La Corte di Cassazione è recentemente tornata sul risarcimento per violazione del consenso informato ed errori medici, delineando nuovamente e con taglio pratico le diverse fattispecie che si possono configurare in caso di contestazioni inerenti il consenso informato. Sono state infatti precisate dalla Suprema Corte le diverse possibili voci di danno e le situazioni in cui si ha diritto al risarcimento.
Il consenso è stato da decenni oggetto di attenzione da parte della dottrina e della giurisprudenza nel tentativo di colmare il vuoto normativo in precedenza esistente.
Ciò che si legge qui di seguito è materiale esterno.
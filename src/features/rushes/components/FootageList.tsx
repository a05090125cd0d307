import { useId, useState, type FormEvent } from "react";
import { useSearchParams } from "react-router-dom";
import { filterKeys, footageQuerySchema, footageSearchParams, footageSortLabels, type FootageSort } from "@shared/rushes/footage-query";
import type { ClipView } from "@shared/rushes/schemas";
import { clipRatingLabels, clipRatings, shotKindLabels, shotKinds } from "@shared/rushes/vocabulary";
import { Button } from "../../../components/Button";
import { Empty, QueryState } from "../../../components/States";
import { useEpisodeTitles } from "../api/list-episode-titles";
import { useFootage } from "../api/list-footage";
import { useShootDays } from "../api/list-shoot-days";
import { useShots } from "../api/list-shots";
import { ClipPanel } from "./ClipPanel";
import { ExportLinks } from "./ExportLinks";
import { formatDay, formatDuration, formatInstant, formatSize } from "../../../lib/format";
import { ClipMediaNote } from "./ClipMedia";
import { useTimeZone } from "../../../lib/session";

const input = "w-full min-w-0 rounded-md border border-ply-300 bg-white px-2 py-1.5 text-sm";

/** The editor's footage list: filters live in the URL, sorting and pages come from the server. */
export function FootageList({ channelId, episodeId, canDelete }: { channelId: string; episodeId?: string; canDelete: boolean }) {
  const [params, setParams] = useSearchParams();
  const parsed = footageQuerySchema.safeParse(Object.fromEntries(params));
  const q = parsed.success ? parsed.data : footageQuerySchema.parse({});
  const effective = { ...q, episodeId: episodeId ?? q.episodeId };
  const search = footageSearchParams({ ...effective, cursor: q.cursor }).toString();
  const listQuery = footageSearchParams({ ...effective }).toString();
  const footage = useFootage(channelId, search);
  const [history, setHistory] = useState<string[]>([]);
  const [selected, setSelected] = useState<Set<string>>(new Set());
  const openClip = params.get("clip");
  // A search hit on a mark opens its clip at the mark.
  const openMark = params.get("mark");

  const update = (changes: Record<string, string | undefined>) => {
    const next = new URLSearchParams(params);
    for (const [k, v] of Object.entries(changes)) {
      if (v === undefined || v === "") next.delete(k);
      else next.set(k, v);
    }
    if (!("cursor" in changes)) {
      next.delete("cursor");
      setHistory([]);
    }
    setParams(next, { replace: false });
  };

  const sortBy = (sort: FootageSort) => update({ sort, dir: q.sort === sort && q.dir === "desc" ? "asc" : "desc" });
  const toggle = (id: string) => setSelected((s) => (s.has(id) ? new Set([...s].filter((x) => x !== id)) : new Set([...s, id])));

  return (
    <div>
      <Filters channelId={channelId} episodeId={episodeId} values={q} onApply={update} />
      <QueryState query={footage} loading="Loading footage…">
        {(page) => (
          <>
            <div className="my-3 flex flex-wrap items-center justify-between gap-3">
              <p className="text-sm text-graphite-700" aria-live="polite" data-testid="footage-totals">
                <strong>{page.totals.clips}</strong> {page.totals.clips === 1 ? "clip" : "clips"} · {formatDuration(page.totals.durationMs)} running time · {formatSize(page.totals.bytes)}
              </p>
              <ExportLinks channelId={channelId} query={listQuery} selected={[...selected]} />
            </div>
            {page.clips.length === 0 ? (
              <Empty title="No footage matches">{params.toString() ? "Loosen a filter, or upload camera files." : "Upload camera files to see them here."}</Empty>
            ) : (
              <div className="overflow-x-auto rounded-lg border border-ply-300 bg-white">
                <table className="w-full text-left text-sm">
                  <caption className="sr-only">Footage, sorted by {footageSortLabels[q.sort]} {q.dir === "asc" ? "ascending" : "descending"}</caption>
                  <thead className="bg-ply-100 text-xs uppercase tracking-wide text-graphite-500">
                    <tr>
                      <th className="px-2 py-2">
                        <span className="sr-only">Select</span>
                      </th>
                      <th className="px-2 py-2">Poster</th>
                      <SortHeader label="File" sort="name" q={q} onSort={sortBy} />
                      <SortHeader label="Recorded" sort="recorded" q={q} onSort={sortBy} />
                      <SortHeader label="Duration" sort="duration" q={q} onSort={sortBy} />
                      <th className="px-2 py-2">Start TC</th>
                      <th className="px-2 py-2">Rating</th>
                      <th className="px-2 py-2">Shot</th>
                      <th className="px-2 py-2">Tags</th>
                      <th className="px-2 py-2">Marks</th>
                      <SortHeader label="Size" sort="size" q={q} onSort={sortBy} />
                    </tr>
                  </thead>
                  <tbody className="divide-y divide-ply-200">
                    {page.clips.map((clip) => (
                      <ClipRow key={clip.id} clip={clip} selected={selected.has(clip.id)} onToggle={() => toggle(clip.id)} onOpen={() => update({ clip: clip.id, cursor: q.cursor })} />
                    ))}
                  </tbody>
                </table>
              </div>
            )}
            {(history.length > 0 || page.nextCursor) && (
            <nav aria-label="Pages" className="mt-3 flex gap-2">
              <Button
                tone="quiet"
                disabled={history.length === 0}
                onClick={() => {
                  const previous = history.at(-1);
                  setHistory((h) => h.slice(0, -1));
                  update({ cursor: previous || undefined });
                }}
              >
                Previous page
              </Button>
              <Button
                tone="quiet"
                disabled={!page.nextCursor}
                onClick={() => {
                  setHistory((h) => [...h, q.cursor ?? ""]);
                  update({ cursor: page.nextCursor ?? undefined });
                }}
              >
                Next page
              </Button>
            </nav>
            )}
          </>
        )}
      </QueryState>
      {openClip && <ClipPanel channelId={channelId} clipId={openClip} markId={openMark} canDelete={canDelete} onClose={() => update({ clip: undefined, mark: undefined, cursor: q.cursor })} />}
    </div>
  );
}

function SortHeader({ label, sort, q, onSort }: { label: string; sort: FootageSort; q: { sort: FootageSort; dir: "asc" | "desc" }; onSort: (s: FootageSort) => void }) {
  const active = q.sort === sort;
  return (
    <th className="px-2 py-2" aria-sort={active ? (q.dir === "asc" ? "ascending" : "descending") : "none"}>
      <button type="button" className="font-semibold uppercase hover:text-graphite-900" onClick={() => onSort(sort)}>
        {label} {active ? (q.dir === "asc" ? "▲" : "▼") : ""}
      </button>
    </th>
  );
}

function ClipRow({ clip, selected, onToggle, onOpen }: { clip: ClipView; selected: boolean; onToggle: () => void; onOpen: () => void }) {
  const timeZone = useTimeZone();
  return (
    <tr className={selected ? "bg-ply-100" : undefined}>
      <td className="px-2 py-1.5">
        <input type="checkbox" checked={selected} onChange={onToggle} aria-label={`Select ${clip.fileName}`} />
      </td>
      <td className="px-2 py-1.5">
        {clip.posterUrl ? <img src={clip.posterUrl} alt="" className="h-10 w-16 rounded object-cover" /> : <div className="h-10 w-16 rounded bg-graphite-900/10" aria-hidden />}
      </td>
      <td className="px-2 py-1.5">
        <button type="button" onClick={onOpen} className="font-medium text-rust-700 underline-offset-2 hover:underline">
          {clip.fileName}
        </button>
        <p className="text-xs text-graphite-500">{clip.camera || clip.episodeTitle}</p>
        <ClipMediaNote clip={clip} />
      </td>
      <td className="px-2 py-1.5 whitespace-nowrap">{formatInstant(clip.recordedAt, timeZone)}</td>
      <td className="px-2 py-1.5 tabular-nums">{formatDuration(clip.durationMs)}</td>
      <td className="px-2 py-1.5 font-mono text-xs">{clip.startTimecode ?? "—"}</td>
      <td className="px-2 py-1.5">{clip.rating ? clipRatingLabels[clip.rating] : "—"}</td>
      <td className="px-2 py-1.5 text-xs">{clip.shotDescription ?? "—"}</td>
      <td className="px-2 py-1.5 text-xs">{clip.tags.join(", ") || "—"}</td>
      <td className="px-2 py-1.5 tabular-nums">{clip.markCount}</td>
      <td className="px-2 py-1.5 whitespace-nowrap tabular-nums">{formatSize(clip.size)}</td>
    </tr>
  );
}

type Values = Partial<Record<(typeof filterKeys)[number], string | undefined>>;

function Filters({ channelId, episodeId, values, onApply }: { channelId: string; episodeId?: string; values: Values; onApply: (v: Record<string, string | undefined>) => void }) {
  const episodes = useEpisodeTitles(channelId, !episodeId);
  const chosenEpisode = episodeId ?? values.episodeId;
  const submit = (event: FormEvent<HTMLFormElement>) => {
    event.preventDefault();
    const data = new FormData(event.currentTarget);
    const next: Record<string, string | undefined> = {};
    for (const key of filterKeys) {
      if (key === "episodeId" && episodeId) continue;
      const v = data.get(key);
      next[key] = typeof v === "string" && v.trim() ? v.trim() : undefined;
    }
    onApply(next);
  };
  const formKey = filterKeys.map((k) => values[k] ?? "").join("|");
  // On a phone the filters fold away under one button, so the clips come first.
  const [unfolded, setUnfolded] = useState(false);
  const set = filterKeys.filter((k) => values[k] && !(k === "episodeId" && episodeId)).length;
  const formId = useId();
  return (
    <>
      <button type="button" aria-expanded={unfolded} aria-controls={formId} onClick={() => setUnfolded((u) => !u)} className="mb-2 rounded-md border border-ply-300 bg-ply-50 px-3 py-2 text-sm font-semibold hover:bg-ply-200 sm:hidden">
        {unfolded ? "Hide the filters" : "Filters"}
        {set > 0 && ` (${set} set)`}
      </button>
      <form id={formId} key={formKey} onSubmit={submit} aria-label="Filter footage" className={`${unfolded ? "grid" : "hidden"} grid-cols-1 gap-2 rounded-lg border border-ply-300 bg-ply-50 p-3 sm:grid sm:grid-cols-4 lg:grid-cols-5`}>
        {!episodeId && (
          <Field label="Episode">
            <select name="episodeId" defaultValue={values.episodeId ?? ""} className={input}>
              <option value="">Every episode</option>
              {episodes.data?.map((e) => (
                <option key={e.id} value={e.id}>
                  {e.title}
                </option>
              ))}
            </select>
          </Field>
        )}
        {chosenEpisode && <EpisodeFilters channelId={channelId} episodeId={chosenEpisode} values={values} />}
        <Field label="Tag">
          <input name="tag" defaultValue={values.tag ?? ""} className={input} placeholder="e.g. wiring" />
        </Field>
        <Field label="Rating">
          <select name="rating" defaultValue={values.rating ?? ""} className={input}>
            <option value="">Any rating</option>
            {clipRatings.map((r) => (
              <option key={r} value={r}>
                {clipRatingLabels[r]}
              </option>
            ))}
            <option value="unrated">Not rated yet</option>
          </select>
        </Field>
        <Field label="Kind">
          <select name="kind" defaultValue={values.kind ?? ""} className={input}>
            <option value="">Any kind</option>
            {shotKinds.map((k) => (
              <option key={k} value={k}>
                {shotKindLabels[k]}
              </option>
            ))}
          </select>
        </Field>
        <Field label="Marks">
          <select name="hasMarks" defaultValue={values.hasMarks ?? ""} className={input}>
            <option value="">With or without</option>
            <option value="yes">Has marks</option>
            <option value="no">No marks yet</option>
          </select>
        </Field>
        <Field label="Camera">
          <input name="camera" defaultValue={values.camera ?? ""} className={input} placeholder="e.g. A cam" />
        </Field>
        <Field label="Text in notes">
          <input name="q" type="search" defaultValue={values.q ?? ""} className={input} placeholder="e.g. fails" />
        </Field>
        <div className="flex flex-wrap items-end gap-2">
          <Button type="submit">Apply filters</Button>
          <Button type="button" tone="quiet" onClick={() => onApply(Object.fromEntries(filterKeys.filter((k) => !(k === "episodeId" && episodeId)).map((k) => [k, undefined])))}>
            Clear
          </Button>
        </div>
      </form>
    </>
  );
}

function EpisodeFilters({ channelId, episodeId, values }: { channelId: string; episodeId: string; values: Values }) {
  const days = useShootDays(channelId, episodeId);
  const shots = useShots(channelId, episodeId);
  return (
    <>
      <Field label="Shoot day">
        <select name="shootDayId" defaultValue={values.shootDayId ?? ""} className={input}>
          <option value="">Any day</option>
          {days.data?.map((d) => (
            <option key={d.id} value={d.id}>
              {formatDay(d.day)} {d.place}
            </option>
          ))}
        </select>
      </Field>
      <Field label="Shot">
        <select name="shotId" defaultValue={values.shotId ?? ""} className={input}>
          <option value="">Any shot</option>
          {shots.data?.map((s) => (
            <option key={s.id} value={s.id}>
              {s.description}
            </option>
          ))}
        </select>
      </Field>
    </>
  );
}

function Field({ label, children }: { label: string; children: React.ReactNode }) {
  return (
    <label className="flex min-w-0 flex-col gap-1 text-xs font-medium text-graphite-700">
      {label}
      {children}
    </label>
  );
}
Fino al 2017, infatti, il legislatore non era intervenuto sul tema.
La Legge 219/2017
Con la Legge 22 dicembre 2017, n. 219 – “Norme in materia di consenso informato e di disposizioni anticipate di trattamento”, finalmente, il legislatore ha tentato ti colmare il gap normativo, ribadendo, nel rispetto dei diritti costituzionalmente garantiti di cui agli artt. 2, 13 e 32 della Carta Costituzionale e degli artt. 1, 2 e 3 della Carta dei diritti fondamentali dell’Unione Europea, il diritto all’autodeterminazione della persona e stabilendo, all’art. 1, comma 1, che “nessun trattamento sanitario può essere iniziato o proseguito se privo del consenso libero e informato della persona interessata, tranne nei casi espressamente previsti dalla legge”.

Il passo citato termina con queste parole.